Vasco Borden, de cuarenta y cinco años, alisó las solapas de la americana y enderezó la corbata al tiempo que avanzaba por el lujoso pasillo alfombrado. No estaba acostumbrado a llevar traje; por suerte disponía de aquel, azul marino, especialmente diseñado para disimular su constitución musculosa. Borden era corpulento, medía casi un metro noventa y cinco y pesaba ciento diez kilos. Había sido futbolista y a la sazón trabajaba como investigador privado; su especialidad era capturar fugitivos. En aquel preciso momento, Vasco andaba detrás de un hombre, un investigador de posdoctorado de treinta y cinco años, medio calvo, que había huido de la empresa MicroProteonomics de Cambridge, Massachusetts, y se dirigía a la sala principal del congreso.

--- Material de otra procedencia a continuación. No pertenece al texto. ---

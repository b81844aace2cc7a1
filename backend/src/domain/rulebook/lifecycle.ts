// The life of one rulebook version: draft → scheduled (published ahead of its date) → in force
// ("published") → superseded or retired. Pure rules only: the service loads the versions, asks here
// what may happen, and writes the changes returned in one transaction. The allowed moves mirror the
// database trigger on ruleset_versions, so a refusal here is the friendly explanation of what the
// database would refuse anyway. "Today" is always passed in: it is the club's calendar date
// (domain/dates.ts calendarDateIn), never the UTC date of the server.
import type { RulesetDocument, DocumentProblem } from '../../contracts/ruleset.js';
import { validateRulesetDocument } from '../rules/validate.js';
import { formatIsoDate } from '../dates.js';

export const VERSION_STATES = ['draft', 'scheduled', 'published', 'superseded', 'retired'] as const;
export type VersionState = (typeof VERSION_STATES)[number];

/**
 * Status moves (besides staying put). A scheduled version comes into force on its date (or is
 * overtaken on that day by a newer one due the same day); superseding happens only as a side effect
 * of a newer version coming into force.
 */
export const VERSION_MOVES: Readonly<Record<VersionState, readonly VersionState[]>> = {
  draft: ['published', 'scheduled'],
  scheduled: ['published', 'superseded', 'retired'],
  published: ['superseded', 'retired'],
  superseded: ['retired'],
  retired: [],
};

export function canTransition(from: VersionState, to: VersionState): boolean {
  return VERSION_MOVES[from].includes(to);
}

/** What the rules need to know about a version; the service maps its row onto this. */
export interface RulebookVersion {
  id: string;
  rulebookId: string;
  versionNumber: number;
  state: VersionState;
  edition: string;
  /** YYYY-MM-DD; a draft may not have one yet, a published version always has. */
  effectiveDate: string | null;
  /** A draft's document may be incomplete; a published one passed validateRulesetDocument. */
  document: unknown;
  /** ISO timestamp. */
  publishedAt: string | null;
}

export type VersionAction =
  /** Replaces the draft's document and/or sets its planned effective date (null clears it). */
  | { type: 'edit'; document?: unknown; effectiveDate?: string | null }
  | { type: 'delete' }
  | { type: 'publish'; effectiveDate?: string }
  | { type: 'retire' };

export interface TransitionContext {
  /** Every other version of the same rulebook (the version itself may be included; it is skipped). */
  siblings: readonly RulebookVersion[];
  /** ISO timestamp recorded as publishedAt. */
  now: string;
  /** The club's calendar date (YYYY-MM-DD): a version dated later is scheduled, not in force. Publishing needs it. */
  today?: string;
}

export interface StateChange {
  versionId: string;
  from: VersionState;
  to: VersionState | 'deleted';
}

export type LifecycleRefusalCode =
  | 'not_a_draft'
  | 'invalid_transition'
  | 'invalid_document'
  | 'effective_date_required'
  | 'invalid_effective_date'
  | 'effective_date_before_current'
  | 'newer_version_published'
  | 'other_rulebook'
  | 'draft_exists'
  | 'version_retired'
  | 'version_unpublished';

export interface LifecycleRefusal {
  ok: false;
  code: LifecycleRefusalCode;
  message: string;
  /** Document problems for invalid_document, with their JSON paths. */
  problems?: DocumentProblem[];
}

export interface TransitionResult {
  ok: true;
  /** The version after the action; null when it was deleted. */
  version: RulebookVersion | null;
  /** State changes to write, this version's first; empty for an edit. */
  changes: StateChange[];
}

const refuse = (
  code: LifecycleRefusalCode,
  message: string,
  problems?: DocumentProblem[],
): LifecycleRefusal => (problems ? { ok: false, code, message, problems } : { ok: false, code, message });

const STATE_WORDS: Readonly<Record<VersionState, string>> = {
  draft: 'a draft',
  scheduled: 'scheduled',
  published: 'in force',
  superseded: 'superseded by a newer version',
  retired: 'retired',
};

/** A real calendar date written YYYY-MM-DD (2027-02-30 is refused). */
export function isCalendarDate(text: string): boolean {
  const m = /^(\d{4})-(\d{2})-(\d{2})$/.exec(text);
  if (!m) return false;
  const [y, mo, d] = [Number(m[1]), Number(m[2]), Number(m[3])];
  const date = new Date(Date.UTC(y, mo - 1, d));
  return date.getUTCFullYear() === y && date.getUTCMonth() === mo - 1 && date.getUTCDate() === d;
}

function editionOf(document: unknown): string | undefined {
  if (typeof document !== 'object' || document === null) return undefined;
  const rulebook = (document as { rulebook?: unknown }).rulebook;
  if (typeof rulebook !== 'object' || rulebook === null) return undefined;
  const edition = (rulebook as { edition?: unknown }).edition;
  return typeof edition === 'string' && edition.trim() !== '' ? edition.trim() : undefined;
}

La edición de 2006 del congreso BioChange, cuyo lema era la entusiástica expresión «¡Hazlo posible ya!», se celebraba en el hotel Venetian de Las Vegas. Los dos mil asistentes desempeñaban todo tipo de funciones dentro del mundo de la biotecnología; entre ellos había inversores, directores de recursos humanos que contrataban a científicos, directores de departamentos de transferencia de tecnología, directores generales y abogados especialistas en propiedad intelectual. De una u otra forma, prácticamente todas las empresas de biotecnología de Estados Unidos se encontraban representadas.

Era el lugar ideal para que el fugitivo se reuniera con su contacto. El hombre tenía aspecto de bobalicón. Su rostro de expresión inocente lucía una perilla mínima y su andar desgarbado le confería cierto aire de timidez e ineptitud. Pero la verdad era que se había escabullido con doce embriones transgénicos en un termo criogénico y los había transportado desde la otra punta del país hasta el congreso, donde planeaba entregárselos a aquel para quien trabajaba.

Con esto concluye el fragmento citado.